L'exonération de taxe d'habitation pour usage exclusivement professionnel, elle, suppose de démontrer qu'aucune jouissance personnelle n'est possible : logement dédié en permanence à l'activité, sans effets personnels, sans période d'occupation par le propriétaire. Une résidence secondaire louée une partie de l'année et occupée le reste du temps par son propriétaire n'y répond pas.
La majoration, jusqu'à 60 %
L'article 1407 ter du code général des impôts autorise les communes situées dans le périmètre de la taxe sur les logements vacants — la zone tendue — à majorer de 5 à 60 % la part communale de la taxe d'habitation sur les résidences secondaires. Une commune hors de ce périmètre ne peut pas le faire.
Selon les données fiscales de la DGFiP publiées sur data.gouv.fr, 1 628 communes appliquent cette majoration, un grand nombre au taux maximal de 60 % : Paris, Lyon, Bordeaux, Nice, Montpellier, Saint-Malo ou Biarritz en font partie. La liste et les taux sont consultables commune par commune sur notre page dédiée.
L'effet sur un modèle économique est direct. Sur un bien dont la taxe d'habitation s'élève à 1 500 €, une majoration de 60 % représente 900 € par an de charge supplémentaire, due que le logement soit loué trois semaines ou trente. C'est une ligne à intégrer au calcul de rentabilité avant l'achat, pas à découvrir sur l'avis d'imposition.
Ne pas confondre avec la taxe sur les logements vacants
La taxe sur les logements vacants frappe les logements inoccupés. Un meublé de tourisme effectivement proposé à la location et occupé, même par intermittence, n'est pas vacant : il relève de la taxe d'habitation sur les résidences secondaires, pas de celle-ci.

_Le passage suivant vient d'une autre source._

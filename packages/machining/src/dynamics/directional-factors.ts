import { immersionAnglesRad, type MillingDirection } from "../forces/immersion-angles-rad.js";
import { requireInClosedRange, requireNonNegative } from "../internal/require.js";

/** Average directional (orientation) factors of the zero-order milling stability model. */
export interface DirectionalFactors {
  xx: number;
  xy: number;
  yx: number;
  yy: number;
}

/**
 * Time-averaged directional factors [α] of the Altintas–Budak zero-order approximation
 * (x = feed, y = normal to feed), evaluated between the entry and exit angles:
 *
 * αxx = ½[cos 2φ − 2Kr·φ + Kr·sin 2φ]      αxy = ½[−sin 2φ − 2φ + Kr·cos 2φ]
 * αyx = ½[−sin 2φ + 2φ + Kr·cos 2φ]       αyy = ½[−cos 2φ − 2Kr·φ − Kr·sin 2φ]   (each from φst to φex)
 *
 * These equal the integrals over the engaged arc of the instantaneous matrix
 * a_xx = −[sin 2φ + Kr(1 − cos 2φ)], a_xy = −[(1 + cos 2φ) + Kr sin 2φ], a_yx = (1 − cos 2φ) − Kr sin 2φ,
 * a_yy = sin 2φ − Kr(1 + cos 2φ) (checked numerically in the tests).
 *
 * @param input.radialImmersion ae/D [-], 0 < ae/D ≤ 1
 * @param input.radialForceRatio Kr = Kr/Kt [-] (≥ 0)
 * @param input.millingDirection "climb" (down) or "conventional" (up), default "climb"
 * @returns { xx, xy, yx, yy } [-]
 * @throws RangeError for ae/D outside (0, 1] or Kr < 0
 * @source Altintas & Budak, "Analytical prediction of stability lobes in milling", CIRP Annals 44(1), 1995;
 *   Altintas, Manufacturing Automation, 2nd ed. 2012, ch. 3 (both from memory; closed form checked numerically).
 * @example slotting, Kr = 0.212 → { xx: −0.66602, xy: −π, yx: π, yy: −0.66602 }
 */
export function directionalFactors(input: { radialImmersion: number; radialForceRatio: number; millingDirection?: MillingDirection }): DirectionalFactors {
  const { radialImmersion, radialForceRatio: kr } = input;
  const millingDirection = input.millingDirection ?? "climb";
  requireInClosedRange("directionalFactors", "radialImmersion", radialImmersion, Number.MIN_VALUE, 1);
  requireNonNegative("directionalFactors", "radialForceRatio", kr);
  const { startRad: st, exitRad: ex } = immersionAnglesRad({ radialImmersion, millingDirection });
  const ax = (p: number): number => Math.cos(2 * p) - 2 * kr * p + kr * Math.sin(2 * p);
  const axy = (p: number): number => -Math.sin(2 * p) - 2 * p + kr * Math.cos(2 * p);
  const ayx = (p: number): number => -Math.sin(2 * p) + 2 * p + kr * Math.cos(2 * p);
  const ay = (p: number): number => -Math.cos(2 * p) - 2 * kr * p - kr * Math.sin(2 * p);
  return {
    xx: 0.5 * (ax(ex) - ax(st)),
    xy: 0.5 * (axy(ex) - axy(st)),
    yx: 0.5 * (ayx(ex) - ayx(st)),
    yy: 0.5 * (ay(ex) - ay(st)),
  };
}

En cas de taxation à tort, conservez les justificatifs d'occupation — relevés de réservations, quittances de taxe de séjour, factures de ménage — qui établissent que le logement était bien exploité.
À retenir
- La taxe d'habitation reste due pour tout logement meublé qui n'est pas une résidence principale, y compris exploité en meublé de tourisme.
- Elle se cumule avec la CFE : payer l'une ne dispense pas de l'autre, l'administration l'a confirmé.
- L'exonération pour usage exclusivement professionnel suppose l'absence totale de jouissance personnelle et s'apprécie strictement.
- En zone tendue, la commune peut majorer de 5 à 60 % ; 1 628 communes le font selon les données DGFiP.
- Une commune hors zone tendue ne peut pas majorer, mais une commune tendue peut délibérer à tout moment.
Vérifier votre situation
Ce qui n'est pas encore tranché
- Les taux de majoration publiés par la DGFiP portent sur l'exercice 2025 : ils sont votés chaque année et peuvent avoir évolué depuis. Votre avis d'imposition fait foi.
- Les conditions exactes de l'exonération de taxe d'habitation pour usage exclusivement professionnel donnent lieu à des appréciations variables des services fiscaux : la position doit être sécurisée avant d'être appliquée.